Eileen, Thanks for sharing that turning point with us. And good for you that you didn’t let your age be the reason you didn’t go back to school! I went through something similar – only it wasn’t for my masters, it was my bachelors degree (something I’d always regretted not finishing before I got married and had kids). I was 38 when I went back to college – older than a # of my professors, but like you it was a life-changing experience!
I was a brat in college, more years back than I care to count. After my first year I made a commitment to myself take the courses which interested me, from the professors I liked, with no regard for whether they fit my major or not. I had a chemistry class which I could not stay awake in (and I like science) and often skipped. Amazing I passed. Another guy was teaching his first year a political science class. First day of class he said how college was too easy for him, and he wanted to make sure it wasn’t too easy for us. I survived the class, but the guy was too full of himself, but not so great at teaching.
I remembered one of my favorite teachers in high school flunking his student teacher. The guy was smart, did things by the book, but didn’t connect with the students. Heck if I was paying for my classes, then I had the right to choose what I took and who I learned from.

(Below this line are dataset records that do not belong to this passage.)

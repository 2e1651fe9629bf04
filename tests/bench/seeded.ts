/** Seeded data shared by the benchmarks: a 32 × 32 / 24 × 24 drive map (random source: physics/random.ts). */
import { limitsFromVehicle, motorEnvelopeAt, type MapTable } from '@/maps'
import type { VehicleParams } from '@/physics'
import { mulberry32 } from '@/physics/random'

/** Evenly spaced ascending axis from `lo` to `hi`, rounded to 0.1. */
function axis(n: number, lo: number, hi: number): number[] {
  return Array.from({ length: n }, (_, i) => Math.round((lo + ((hi - lo) * i) / (n - 1)) * 10) / 10)
}

/**
 * A plausible drive map of `size` × `size` cells for `vehicle`: torque rising with pedal up to the
 * motor envelope, with a little seeded jitter (kept under the envelope and non-decreasing in pedal).
 */
export function seededDriveMap(vehicle: VehicleParams, size: number, seed: number): MapTable {
  const rnd = mulberry32(seed)
  const limits = limitsFromVehicle(vehicle)
  const rowAxis = axis(size, 0, 100)
  const colAxis = axis(size, 0, 90)
  const values = rowAxis.map((p) => colAxis.map((s) => Math.floor((p / 100) ** 1.2 * motorEnvelopeAt(limits, s) * (0.9 + 0.1 * rnd()))))
  for (let c = 0; c < size; c++) for (let r = 1; r < size; r++) values[r][c] = Math.max(values[r][c], values[r - 1][c])
  return { kind: 'drive', rowAxis, colAxis, values }
}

After that I’d listen to my teacher that first day, and If it wasn’t someone I wanted to learn from, I dropped the class. When I found teachers I really liked I took more of their courses. If a class interested me I took that one, not following the recommended schedule. I enjoyed my time in college.
What an inspiring and empowering story- I was especially moved by the last sentence. Bravo! When a woman I met this past week told me she didn’t have to worry about financial matters because her husband was a banker, I said a silent prayer (I didn’t know her well enough to say much more to her than I knew many women who once felt that way but no longer did, whether after a divorce or other circumstance).